The End statement is basically a way of making your program _crash_, but without showing any error messages.  Like any other time a program crashes, you may find that it has done some damage, perhaps enough that you need to reboot the computer, or even so much that you can't use the program (or the files it was working with) ever again.

From VB's help on End:



> Note The End statement stops code execution abruptly, without invoking the Unload, QueryUnload, or Terminate event, or any other Visual Basic code. ...  Object references held by other programs are invalidated. 
> 
> ... For normal termination of a Visual Basic program, you should unload all forms. Your program closes as soon as there are no other programs holding references to objects created from your public class modules and no code executing.


The first half of this quote lists some of the problems with End, but as it doesn't really explain why they are so bad I will give some more detail:

The part "*without invoking the Unload, QueryUnload, or Terminate event*" means that any code you have put into those events will not run.  Typically code you have in those events will be to tidy-up (such as deleting temporary files you made, disconnecting from a database, closing a program you are automating, etc), or to show a message like "_are you sure you want to exit?_" (for an explanation of how to do that, see this article).

Any code you wrote in those events was written for a reason, so why are you stopping it from running?

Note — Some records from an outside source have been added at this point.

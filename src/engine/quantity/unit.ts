import { findAtom, type UnitValue } from './atoms';
import {
  DIMENSIONS,
  type Dimension,
  type DimensionName,
  equalDimensions,
  multiplyDimensions,
  raiseDimension,
} from './dimension';

type Factor = { symbol: string; power: number };

/** Angle powers that a unit may carry where the quantity is a stiffness or a change per angle; elsewhere none. */
const ANGLES: Partial<Record<DimensionName, readonly number[]>> = {
  rotation: [1],
  rotational_spring: [0, -1],
  curvature: [0, 1],
};

const TOKEN = /([a-zA-Z°%‰'"]+|1)(?:\.(?![a-zA-Z]))?(?:\^?(-?\d))?/y;
const SEPARATOR = /\s*([·.*×⋅/-]|\s)\s*/y;

/** "kN/m2" into kN¹, m⁻². Each slash divides the one symbol after it. Null where it is no unit. */
function readFactors(text: string): Factor[] | null {
  const factors: Factor[] = [];
  let at = 0;
  let sign = 1;
  for (;;) {
    TOKEN.lastIndex = at;
    const token = TOKEN.exec(text);
    if (!token) return null;
    factors.push({ symbol: token[1] ?? '', power: sign * Number(token[2] ?? 1) });
    at = TOKEN.lastIndex;
    if (at === text.length) return factors;
    SEPARATOR.lastIndex = at;
    const separator = SEPARATOR.exec(text);
    if (!separator) return null;
    at = SEPARATOR.lastIndex;
    sign = separator[1] === '/' ? -1 : 1;
  }
}

/** A run-together product such as kNm: the power belongs to the last symbol, as written. */
function splitProduct({ symbol, power }: Factor): Factor[] {
  const product = /^(kN|MN|N|kip|lb)(mm|cm|m|ft|in)$/i.exec(symbol);
  if (!product || findAtom(symbol)) return [{ symbol, power }];
  return [
    { symbol: product[1] ?? '', power: Math.sign(power) },
    { symbol: product[2] ?? '', power },
  ];
}

function multiplyUnits(a: UnitValue, b: UnitValue, power: number): UnitValue {
  return {
    factor: a.factor * b.factor ** power,
    dimension: multiplyDimensions(a.dimension, raiseDimension(b.dimension, power)),
    angle: a.angle + b.angle * power,
  };
}

const ONE: UnitValue = { factor: 1, dimension: DIMENSIONS.ratio, angle: 0 };

/**
 * Every reading of a unit as people write it: kN/m, kNm, kN·m, kN.m, N/mm2, N/mm², kip-ft, lb/ft, cm⁴, in4,
 * 1/K. More than one only for the pound, a force first and then a mass. Empty where it is no unit.
 */
export function readUnit(text: string): readonly UnitValue[] {
  const written = text
    .normalize('NFKC')
    .replaceAll(/[\u2212\u2010-\u2013]/g, '-')
    .replaceAll('^', '')
    .trim()
    .replace(/^\//, '1/');
  if (written === '') return [ONE];
  let readings: UnitValue[] = [ONE];
  for (const factor of readFactors(written)?.flatMap(splitProduct) ?? [{ symbol: '', power: 1 }]) {
    const atoms = findAtom(factor.symbol) ?? [];
    readings = readings.flatMap((reading) => atoms.map((atom) => multiplyUnits(reading, atom, factor.power)));
  }
  return readings;
}

const fits = (unit: UnitValue, name: DimensionName): boolean =>
  equalDimensions(unit.dimension, DIMENSIONS[name]) && (ANGLES[name] ?? [0]).includes(unit.angle);

export type UnitFault = { code: 'unit_unknown' } | { code: 'unit_wrong_dimension'; dimension: Dimension };

/** SI value of one `text` as a unit of the named quantity. "lb/ft" is 14.59 N/m of a line load and 1.488 kg/m of a mass. */
export function unitFactor(
  text: string,
  name: DimensionName,
): { ok: true; factor: number } | ({ ok: false } & UnitFault) {
  const readings = readUnit(text);
  const fit = readings.find((reading) => fits(reading, name));
  if (fit) return { ok: true, factor: fit.factor };
  const first = readings[0];
  return first
    ? { ok: false, code: 'unit_wrong_dimension', dimension: first.dimension }
    : { ok: false, code: 'unit_unknown' };
}

const SUPERSCRIPTS = '⁰¹²³⁴⁵⁶⁷⁸⁹';
const SHOWN: Readonly<Record<string, string>> = {
  C: '°C',
  F: '°F',
  lbf: 'lb',
  lbm: 'lb',
  plf: 'lb/ft',
  klf: 'kip/ft',
  deg: '°',
  'ft-in': '',
};

/** A unit as a person reads it: "cm4" as cm⁴, "lbf/ft" as lb/ft, "C" as °C, "kip-ft" as kip-ft. */
export function unitText(unit: string): string {
  if (Object.hasOwn(SHOWN, unit)) return SHOWN[unit] ?? '';
  return unit
    .replaceAll(/[A-Za-z]+/g, (symbol) => SHOWN[symbol] ?? symbol)
    .replaceAll(/(?<=[a-zA-Z])\d/g, (digit) => SUPERSCRIPTS[Number(digit)] ?? digit);
}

If you are sub-classing in your program (or any of the references/components you are using do any sub-classing), this means that your program wont tidy up as required, and due to the nature of sub-classing it will crash in a very bad way.  If you are running the code in VB itself, you will almost certainly crash VB too, and so lose any changes you have made to the program since your last save.
The part "*or any other Visual Basic code*" means that any code which is currently running (such as a long-running loop, or code in a Timer) will _suddenly_ stop.. but what was it doing at that time, and what damage will stopping it cause?  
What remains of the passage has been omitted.